Below are lines of data, and only some are wanted. Please repeat exactly those from the line that has "static void a_face_finds_the_area_under_the_pressure(void" through the line that has "for (size_t i = 0; i < sizeof tables".

(Items from a data source)
▬▬▬
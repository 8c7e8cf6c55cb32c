/* Earth pressure with friction on the face, on slopes, and over a whole face. */
#include "kent_check.h"
#include "kent_earth.h"
#include "kent_restraint.h"

#include <math.h>

static const double DEGREE = 3.14159265358979323846 / 180.0; /* rad */

/* Coulomb 1776 as in Das, B. M., Principles of Geotechnical Engineering, chapter 13,
 * upright face, level ground; worked out apart from this program. */
static void coulombs_coefficient_is_the_textbooks(void **state)
{
    (void)state;
    static const struct {
        double phi, delta, passive; /* degrees */
    } rows[] = {{30.0, 10.0, 4.143},
                {30.0, 20.0, 6.105},
                {35.0, 15.0, 6.555},
                {25.0, 10.0, 3.285}};
    for (size_t i = 0; i < sizeof rows / sizeof rows[0]; i++) {
        const double phi = rows[i].phi * DEGREE, delta = rows[i].delta * DEGREE;
        assert_within(kent_coulomb_passive(phi, delta), rows[i].passive, 1e-3);
        assert_close(kent_falling_passive(phi, delta, 0.0),
                     kent_coulomb_passive(phi, delta) * cos(delta), 1e-12);
    }
}

/* Without friction on the face it is Rankine's (1857); with it, more. */
static void without_wall_friction_coulomb_is_rankine(void **state)
{
    (void)state;
    for (int phi = 0; phi <= 44; phi += 4) {
        const double angle = phi * DEGREE;
        assert_close(kent_coulomb_passive(angle, 0.0), kent_rankine_passive(angle),
                     1e-12);
        if (phi == 0) continue;
        assert_true(kent_falling_passive(angle, 0.5 * angle, 0.0) >
                    kent_rankine_passive(angle));
    }
    assert_close(kent_coulomb_limit(0.6), 0.2, 1e-15);
}

/* Ground that falls at 10 degrees before soil of 30, by hand: sin 30 sin 20/cos 10 =
 * 0.17365, its root 0.41671, 0.75/0.58329^2 = 2.2044. */
static void falling_ground_gives_less_the_steeper_it_falls(void **state)
{
    (void)state;
    const double phi = 30.0 * DEGREE;
    double last = kent_rankine_passive(phi);

    assert_within(kent_falling_passive(phi, 0.0, 10.0 * DEGREE), 2.2044, 1e-4);
    for (int falls = 1; falls < 30; falls++) {
        const double here = kent_falling_passive(phi, 0.0, falls * DEGREE);
        assert_true(here < last);
        last = here;
    }
    assert_within(last, cos(phi) * cos(phi), 0.3); /* towards cos^2 phi, at phi */
    assert_true(isnan(kent_falling_passive(phi, 0.0, phi)));
    assert_true(isnan(kent_falling_passive(phi, 0.0, 31.0 * DEGREE)));
    assert_true(isnan(kent_falling_passive(0.0, 0.0, 1.0 * DEGREE)));
    assert_true(isnan(kent_falling_passive(50.0 * DEGREE, 50.0 * DEGREE, 0.0)));
}

/* The plane is the one that gives least of all (Coulomb 1776): searched for by the
 * triangle of forces, every thousandth of a degree. Without friction 45 - phi/2. */
static void the_plane_of_failure_is_the_one_that_gives_least(void **state)
{
    (void)state;
    static const double rows[][2] = {
        {30.0, 10.0}, {30.0, 20.0}, {36.0, 12.0}, {25.0, 25.0}, {18.0, 6.0}};
    for (size_t i = 0; i < sizeof rows / sizeof rows[0]; i++) {
        const double phi = rows[i][0] * DEGREE, delta = rows[i][1] * DEGREE;
        double least = INFINITY, at = 0.0;
        for (int k = 1; k < 60000; k++) {
            const double a = 1e-3 * k * DEGREE;
            const double down = cos(delta) / tan(a + phi) - sin(delta);
            if (!(down > 0.0)) break;
            const double push = 1.0 / tan(a) / down; /* of gamma H2/2 */
            if (push < least) at = a;
            least = fmin(least, push);
        }
        assert_within(kent_passive_plane(phi, delta) / DEGREE, at / DEGREE, 0.01);
        assert_close(least, kent_coulomb_passive(phi, delta), 1e-6);
        assert_close(kent_passive_plane(phi, 0.0) / DEGREE, 45.0 - 0.5 * rows[i][0],
                     1e-12);
        assert_close(kent_passive_plane(phi, 1e-9), kent_passive_plane(phi, 0.0), 1e-6);
    }
    assert_close(kent_passive_plane(0.0, 0.0), 45.0 * DEGREE, 1e-12);
}

/* A design sheet whose arithmetic holds: 19.2 kN/m3, 30 degrees, a block from 0.598 m
 * to 2.098 m: 116.47 and 12.94 kN/m; with 37.82 kN of friction against 77.0 kN a factor
 * of 1.84. Das, Principles of Geotechnical Engineering, example 13.2 p 449: 16 kN/m3,
 * 36 degrees, 6 m: 74.8 and 1109.3 kN/m. */
static void a_face_finds_the_area_under_the_pressure(void **state)
{
    (void)state;
    const kent_earth sheet = {19.2e3, 30.0 * DEGREE, 0.0, (double)INFINITY, 9.81e3};
    const double passive = kent_face_passive(&sheet, 0.598, 2.098);
    const double active = kent_face_active(&sheet, 0.598, 2.098);
    assert_close(passive, 116.47e3, 1e-3);
    assert_close(active, 12.94e3, 1e-3);
    assert_within((passive - active + 37.82e3) / 77.0e3, 1.84, 0.005);

    const kent_earth wall = {16e3, 36.0 * DEGREE, 0.0, (double)INFINITY, 9.81e3};
    assert_close(kent_face_passive(&wall, 0.0, 6.0), 1109.3e3, 5e-4);
    assert_close(kent_face_active(&wall, 0.0, 6.0), 74.8e3, 5e-4);
}

/* N/m: by the midpoints of many strips. */
static double by_strips(const kent_earth *e, double top, double base, bool passive)
{
    enum { STRIPS = 20000 };
    const double step = (base - top) / STRIPS;
    double sum = 0.0;

    for (int i = 0; i < STRIPS; i++) {
        const double z = top + (i + 0.5) * step;
        const double stress =
            e->unit_weight * z - e->water * fmax(0.0, z - e->water_table);
        const double kp = tan(0.25 * 3.14159265358979323846 + 0.5 * e->friction_angle);
        const double p = passive ? kp * kp * stress + 2.0 * e->cohesion * kp
                                 : stress / (kp * kp) - 2.0 * e->cohesion / kp;
        sum += fmax(0.0, p) * step;
    }
    return sum;
}

static void water_and_cohesion_are_summed_exactly(void **state)
{
    (void)state;
    static const double tables[] = {INFINITY, 0.0, 0.3, 1.2, 1.9, 3.0};
    for (size_t i = 0; i < sizeof tables / sizeof tables[0]; i++) {
        for (int sticks = 0; sticks < 3; sticks++) {
            const kent_earth e = {18e3, 25.0 * DEGREE, 4e3 * sticks, tables[i], 9.81e3};
            assert_close(kent_face_passive(&e, 0.8, 2.2), by_strips(&e, 0.8, 2.2, true),
                         1e-7);
            assert_within(kent_face_active(&e, 0.8, 2.2),
                          by_strips(&e, 0.8, 2.2, false), 0.5);
        }
    }
}

/* The mean over a face of 1.2 m at 2 m; water in the middle takes off h/8 more. */
static void water_that_cuts_a_face_takes_more_than_at_its_centre(void **state)
{
    (void)state;
    assert_close(kent_face_cut(2.0, 1.2, 2.0), 1.2 / 8.0, 1e-12);
    for (int i = 0; i <= 60; i++) {
        const double table = 1.0 + i / 30.0;
        double mean = 0.0;
        for (int k = 0; k < 10000; k++) {
            mean += fmax(0.0, 1.4 + 1.2 * (k + 0.5) / 10000.0 - table) / 10000.0;
        }
        assert_within(kent_face_cut(2.0, 1.2, table), mean - fmax(0.0, 2.0 - table),
                      1e-6);
    }
    assert_within(kent_face_cut(2.0, 1.2, (double)INFINITY), 0.0, 0.0);
}

int main(void)
{
    const struct CMUnitTest tests[] = {
        cmocka_unit_test(coulombs_coefficient_is_the_textbooks),
        cmocka_unit_test(without_wall_friction_coulomb_is_rankine),
        cmocka_unit_test(falling_ground_gives_less_the_steeper_it_falls),
        cmocka_unit_test(the_plane_of_failure_is_the_one_that_gives_least),
        cmocka_unit_test(a_face_finds_the_area_under_the_pressure),
        cmocka_unit_test(water_and_cohesion_are_summed_exactly),
        cmocka_unit_test(water_that_cuts_a_face_takes_more_than_at_its_centre),
    };
    return cmocka_run_group_tests(tests, NULL, NULL);
}
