static void what_makes_it_harder_never_shortens_a_length(void **state)
{
    (void)state;
    int finite = 0;
    for (int i = 0; i < 400; i++) {
        const drawn plain = draw();
        const double length = length_of(&plain);
        finite += isfinite(length) ? 1 : 0;
        drawn d = plain;
        d.pressure *= 1.0 + chance();
        expect_no_shorter(&d, length, "more pressure");
        d = plain;
        d.table *= chance();
        expect_no_shorter(&d, length, "wetter ground");
        d = plain;
        d.zone = true;
        expect_no_shorter(&d, length, "a weaker zone");
        d.casing = true;
        expect_no_shorter(&d, length, "a casing");
        d = plain;
        d.sleeve = true;
        expect_no_shorter(&d, length, "a sleeve");
    }
    assert_true(finite > 300); /* the draw makes lengths at all */
}

int main(void)
{
    const struct CMUnitTest tests[] = {
        cmocka_unit_test(in_clay_the_form_of_the_etl_gives_the_longer_length),
        cmocka_unit_test(without_cohesion_both_forms_give_one_length),
        cmocka_unit_test(the_etl_has_no_form_for_an_end),
        cmocka_unit_test(backfill_rubs_and_native_ground_bears),
        cmocka_unit_test(backfill_of_a_zone_counts_in_it),
        cmocka_unit_test(nothing_holds_through_backfill_that_cannot_be_relied_on),
        cmocka_unit_test(what_backfill_lacks_is_named),
        cmocka_unit_test(uphill_the_weight_of_pipe_and_water_asks_for_more),
        cmocka_unit_test(a_casing_holds_nothing_and_is_passed_through),
        cmocka_unit_test(a_casing_uphill_draws_on_the_ground_beyond),
        cmocka_unit_test(a_leg_goes_on_into_the_next_pipe),
        cmocka_unit_test(a_leg_ends_where_a_pipe_of_another_size_goes_on),
        cmocka_unit_test(a_restrained_run_shortens_its_branch),
        cmocka_unit_test(a_run_counts_where_the_ground_bears),
        cmocka_unit_test(a_structure_holds_what_is_left),
        cmocka_unit_test(a_flange_adaptor_breaks_a_leg),
        cmocka_unit_test(a_leg_passes_a_point_that_only_cuts_its_pipe),
        cmocka_unit_test(a_leg_passes_a_tee_whose_run_is_restrained),
        cmocka_unit_test(of_a_reducer_one_pipe_is_drawn_and_one_pressed),
        cmocka_unit_test(what_makes_it_harder_never_shortens_a_length),
    };
    return cmocka_run_group_tests(tests, NULL, NULL);
}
▬▬▬
EXERCISE OUTPUT.
static void a_face_finds_the_area_under_the_pressure(void **state)
{
    (void)state;
    const kent_earth sheet = {19.2e3, 30.0 * DEGREE, 0.0, (double)INFINITY, 9.81e3};
    const double passive = kent_face_passive(&sheet, 0.598, 2.098);
    const double active = kent_face_active(&sheet, 0.598, 2.098);
    assert_close(passive, 116.47e3, 1e-3);
    assert_close(active, 12.94e3, 1e-3);
    assert_within((passive - active + 37.82e3) / 77.0e3, 1.84, 0.005);

    const kent_earth wall = {16e3, 36.0 * DEGREE, 0.0, (double)INFINITY, 9.81e3};
    assert_close(kent_face_passive(&wall, 0.0, 6.0), 1109.3e3, 5e-4);
    assert_close(kent_face_active(&wall, 0.0, 6.0), 74.8e3, 5e-4);
}

/* N/m: by the midpoints of many strips. */
static double by_strips(const kent_earth *e, double top, double base, bool passive)
{
    enum { STRIPS = 20000 };
    const double step = (base - top) / STRIPS;
    double sum = 0.0;

    for (int i = 0; i < STRIPS; i++) {
        const double z = top + (i + 0.5) * step;
        const double stress =
            e->unit_weight * z - e->water * fmax(0.0, z - e->water_table);
        const double kp = tan(0.25 * 3.14159265358979323846 + 0.5 * e->friction_angle);
        const double p = passive ? kp * kp * stress + 2.0 * e->cohesion * kp
                                 : stress / (kp * kp) - 2.0 * e->cohesion / kp;
        sum += fmax(0.0, p) * step;
    }
    return sum;
}

static void water_and_cohesion_are_summed_exactly(void **state)
{
    (void)state;
    static const double tables[] = {INFINITY, 0.0, 0.3, 1.2, 1.9, 3.0};
    for (size_t i = 0; i < sizeof tables / sizeof tables[0]; i++) {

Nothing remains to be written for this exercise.